***** GIVEN RECORDS

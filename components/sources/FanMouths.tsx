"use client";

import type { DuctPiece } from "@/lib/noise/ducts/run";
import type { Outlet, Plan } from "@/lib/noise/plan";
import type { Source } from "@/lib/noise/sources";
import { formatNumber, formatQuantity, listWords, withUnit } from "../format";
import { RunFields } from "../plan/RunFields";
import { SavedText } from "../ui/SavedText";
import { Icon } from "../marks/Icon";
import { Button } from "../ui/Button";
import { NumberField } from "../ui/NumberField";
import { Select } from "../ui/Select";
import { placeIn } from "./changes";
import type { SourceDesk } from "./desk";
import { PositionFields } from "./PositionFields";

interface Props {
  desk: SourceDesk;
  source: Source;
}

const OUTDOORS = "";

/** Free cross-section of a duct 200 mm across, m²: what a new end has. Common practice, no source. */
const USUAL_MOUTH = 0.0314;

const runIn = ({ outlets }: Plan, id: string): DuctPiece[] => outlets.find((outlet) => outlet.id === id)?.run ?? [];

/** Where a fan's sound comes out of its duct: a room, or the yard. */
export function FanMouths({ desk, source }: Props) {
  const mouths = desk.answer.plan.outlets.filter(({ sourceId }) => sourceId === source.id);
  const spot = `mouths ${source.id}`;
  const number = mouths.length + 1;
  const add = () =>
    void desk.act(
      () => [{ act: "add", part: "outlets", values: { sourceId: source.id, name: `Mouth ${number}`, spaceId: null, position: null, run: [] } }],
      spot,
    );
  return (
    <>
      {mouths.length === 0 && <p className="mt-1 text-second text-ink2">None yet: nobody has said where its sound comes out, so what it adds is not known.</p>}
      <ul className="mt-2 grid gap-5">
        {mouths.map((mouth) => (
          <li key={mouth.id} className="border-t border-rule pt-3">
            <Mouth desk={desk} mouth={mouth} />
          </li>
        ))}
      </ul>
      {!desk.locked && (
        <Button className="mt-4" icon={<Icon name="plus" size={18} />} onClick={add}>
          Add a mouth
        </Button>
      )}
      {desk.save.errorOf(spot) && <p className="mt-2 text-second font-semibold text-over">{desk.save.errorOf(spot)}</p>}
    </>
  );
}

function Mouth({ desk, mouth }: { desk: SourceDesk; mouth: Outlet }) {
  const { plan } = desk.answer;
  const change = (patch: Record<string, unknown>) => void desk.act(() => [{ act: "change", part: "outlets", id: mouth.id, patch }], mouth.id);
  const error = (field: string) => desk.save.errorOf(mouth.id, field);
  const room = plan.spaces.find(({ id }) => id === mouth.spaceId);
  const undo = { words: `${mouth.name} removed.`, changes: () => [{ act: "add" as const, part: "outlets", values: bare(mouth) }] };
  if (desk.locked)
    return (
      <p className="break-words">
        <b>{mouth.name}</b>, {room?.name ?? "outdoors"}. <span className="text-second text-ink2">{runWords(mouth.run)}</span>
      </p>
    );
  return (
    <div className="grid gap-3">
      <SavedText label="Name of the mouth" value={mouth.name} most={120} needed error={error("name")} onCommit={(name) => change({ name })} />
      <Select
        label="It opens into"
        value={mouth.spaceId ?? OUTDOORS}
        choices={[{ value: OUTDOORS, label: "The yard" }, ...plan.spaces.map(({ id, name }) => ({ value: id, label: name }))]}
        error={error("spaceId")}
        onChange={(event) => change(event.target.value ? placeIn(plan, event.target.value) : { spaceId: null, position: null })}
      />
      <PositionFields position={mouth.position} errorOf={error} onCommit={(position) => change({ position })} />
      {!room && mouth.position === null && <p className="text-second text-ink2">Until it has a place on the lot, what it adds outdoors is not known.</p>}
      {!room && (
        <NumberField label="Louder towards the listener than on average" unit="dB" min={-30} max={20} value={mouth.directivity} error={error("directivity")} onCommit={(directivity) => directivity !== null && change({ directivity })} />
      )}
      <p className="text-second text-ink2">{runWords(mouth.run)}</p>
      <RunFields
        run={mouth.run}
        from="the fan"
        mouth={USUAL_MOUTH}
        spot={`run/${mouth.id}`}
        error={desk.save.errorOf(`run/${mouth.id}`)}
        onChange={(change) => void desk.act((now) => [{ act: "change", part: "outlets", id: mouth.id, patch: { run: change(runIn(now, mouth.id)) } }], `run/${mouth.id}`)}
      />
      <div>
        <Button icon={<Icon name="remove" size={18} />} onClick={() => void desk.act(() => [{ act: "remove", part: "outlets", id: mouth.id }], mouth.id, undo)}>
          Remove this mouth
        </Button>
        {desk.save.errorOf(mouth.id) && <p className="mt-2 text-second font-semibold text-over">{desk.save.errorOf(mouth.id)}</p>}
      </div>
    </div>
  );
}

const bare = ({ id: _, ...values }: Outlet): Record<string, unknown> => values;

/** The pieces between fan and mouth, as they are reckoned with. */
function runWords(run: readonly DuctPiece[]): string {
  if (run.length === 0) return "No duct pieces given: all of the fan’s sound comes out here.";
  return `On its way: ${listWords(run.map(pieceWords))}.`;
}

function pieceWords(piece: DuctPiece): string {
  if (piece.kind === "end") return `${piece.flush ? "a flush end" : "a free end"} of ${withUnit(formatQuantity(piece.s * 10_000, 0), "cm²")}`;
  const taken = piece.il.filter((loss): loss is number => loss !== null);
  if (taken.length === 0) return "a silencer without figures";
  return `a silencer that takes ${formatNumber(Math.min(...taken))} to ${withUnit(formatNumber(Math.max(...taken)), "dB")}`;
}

**********
***** GIVEN RECORDS

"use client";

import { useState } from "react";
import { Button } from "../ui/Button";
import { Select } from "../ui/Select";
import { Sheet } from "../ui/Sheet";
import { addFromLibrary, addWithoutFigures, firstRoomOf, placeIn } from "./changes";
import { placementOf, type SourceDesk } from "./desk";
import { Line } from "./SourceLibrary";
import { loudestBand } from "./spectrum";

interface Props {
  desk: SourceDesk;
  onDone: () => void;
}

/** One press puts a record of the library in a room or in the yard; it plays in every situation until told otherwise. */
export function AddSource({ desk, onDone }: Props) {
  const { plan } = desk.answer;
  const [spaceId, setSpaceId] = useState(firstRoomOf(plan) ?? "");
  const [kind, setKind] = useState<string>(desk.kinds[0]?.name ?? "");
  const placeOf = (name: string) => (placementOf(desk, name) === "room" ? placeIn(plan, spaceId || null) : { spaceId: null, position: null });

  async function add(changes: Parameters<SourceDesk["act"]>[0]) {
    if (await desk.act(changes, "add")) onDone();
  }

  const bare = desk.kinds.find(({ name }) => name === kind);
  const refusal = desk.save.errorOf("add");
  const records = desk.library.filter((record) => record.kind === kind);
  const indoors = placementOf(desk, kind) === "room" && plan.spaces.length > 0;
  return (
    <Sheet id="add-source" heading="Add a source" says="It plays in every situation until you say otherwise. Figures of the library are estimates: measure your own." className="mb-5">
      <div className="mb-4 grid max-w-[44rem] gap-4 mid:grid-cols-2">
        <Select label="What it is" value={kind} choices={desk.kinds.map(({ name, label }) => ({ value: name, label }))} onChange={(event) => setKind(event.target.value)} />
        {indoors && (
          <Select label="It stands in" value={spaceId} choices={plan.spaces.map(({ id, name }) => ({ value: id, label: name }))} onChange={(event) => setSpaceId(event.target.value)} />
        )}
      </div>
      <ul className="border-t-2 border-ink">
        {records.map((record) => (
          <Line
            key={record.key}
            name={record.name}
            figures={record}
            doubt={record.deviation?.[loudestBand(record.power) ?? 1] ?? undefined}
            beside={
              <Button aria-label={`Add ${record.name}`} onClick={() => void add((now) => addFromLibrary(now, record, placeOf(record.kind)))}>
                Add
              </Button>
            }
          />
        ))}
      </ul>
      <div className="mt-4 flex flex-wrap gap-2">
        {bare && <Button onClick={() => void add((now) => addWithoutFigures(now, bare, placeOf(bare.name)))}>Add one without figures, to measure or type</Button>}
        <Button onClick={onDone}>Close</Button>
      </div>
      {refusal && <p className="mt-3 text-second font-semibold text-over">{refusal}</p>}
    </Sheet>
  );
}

**********
***** GIVEN RECORDS

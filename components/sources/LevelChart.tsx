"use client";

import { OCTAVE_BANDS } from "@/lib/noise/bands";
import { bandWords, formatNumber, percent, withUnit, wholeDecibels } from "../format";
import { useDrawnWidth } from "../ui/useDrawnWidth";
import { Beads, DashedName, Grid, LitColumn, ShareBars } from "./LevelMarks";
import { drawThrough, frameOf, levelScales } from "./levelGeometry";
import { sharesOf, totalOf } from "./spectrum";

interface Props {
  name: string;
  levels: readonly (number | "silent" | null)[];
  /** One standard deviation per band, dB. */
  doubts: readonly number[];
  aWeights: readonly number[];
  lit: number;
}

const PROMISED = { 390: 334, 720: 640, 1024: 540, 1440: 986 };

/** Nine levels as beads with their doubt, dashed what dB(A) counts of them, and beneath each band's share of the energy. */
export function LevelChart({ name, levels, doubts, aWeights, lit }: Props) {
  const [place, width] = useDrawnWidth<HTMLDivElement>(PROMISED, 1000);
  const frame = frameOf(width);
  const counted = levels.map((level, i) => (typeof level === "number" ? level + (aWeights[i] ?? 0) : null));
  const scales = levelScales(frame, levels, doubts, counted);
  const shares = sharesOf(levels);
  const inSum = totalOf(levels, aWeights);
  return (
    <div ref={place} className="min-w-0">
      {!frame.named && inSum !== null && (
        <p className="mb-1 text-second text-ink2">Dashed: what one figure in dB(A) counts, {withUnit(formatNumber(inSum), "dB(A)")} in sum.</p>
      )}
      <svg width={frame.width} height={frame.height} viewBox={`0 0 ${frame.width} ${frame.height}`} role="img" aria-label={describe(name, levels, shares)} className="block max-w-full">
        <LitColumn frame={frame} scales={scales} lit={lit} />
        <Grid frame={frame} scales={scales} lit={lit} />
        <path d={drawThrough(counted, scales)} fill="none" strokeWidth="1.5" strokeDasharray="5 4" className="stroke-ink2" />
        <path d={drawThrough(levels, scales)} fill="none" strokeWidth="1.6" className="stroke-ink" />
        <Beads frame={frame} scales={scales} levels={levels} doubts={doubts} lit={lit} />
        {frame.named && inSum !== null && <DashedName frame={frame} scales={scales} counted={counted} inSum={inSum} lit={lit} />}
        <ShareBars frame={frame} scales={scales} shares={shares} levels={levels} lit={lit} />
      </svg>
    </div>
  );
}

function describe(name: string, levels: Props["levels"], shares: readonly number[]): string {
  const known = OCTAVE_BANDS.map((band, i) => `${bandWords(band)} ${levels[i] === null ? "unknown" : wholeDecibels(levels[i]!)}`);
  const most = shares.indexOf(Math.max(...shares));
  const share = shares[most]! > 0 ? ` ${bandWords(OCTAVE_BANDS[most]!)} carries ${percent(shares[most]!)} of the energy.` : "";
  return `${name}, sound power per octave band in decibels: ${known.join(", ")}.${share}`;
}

**********

Copy every line in the records above that contains the word "spaces".

**RESULT BELOW**
  const room = plan.spaces.find(({ id }) => id === mouth.spaceId);
        choices={[{ value: OUTDOORS, label: "The yard" }, ...plan.spaces.map(({ id, name }) => ({ value: id, label: name }))]}
  const indoors = placementOf(desk, kind) === "room" && plan.spaces.length > 0;
          <Select label="It stands in" value={spaceId} choices={plan.spaces.map(({ id, name }) => ({ value: id, label: name }))} onChange={(event) => setSpaceId(event.target.value)} />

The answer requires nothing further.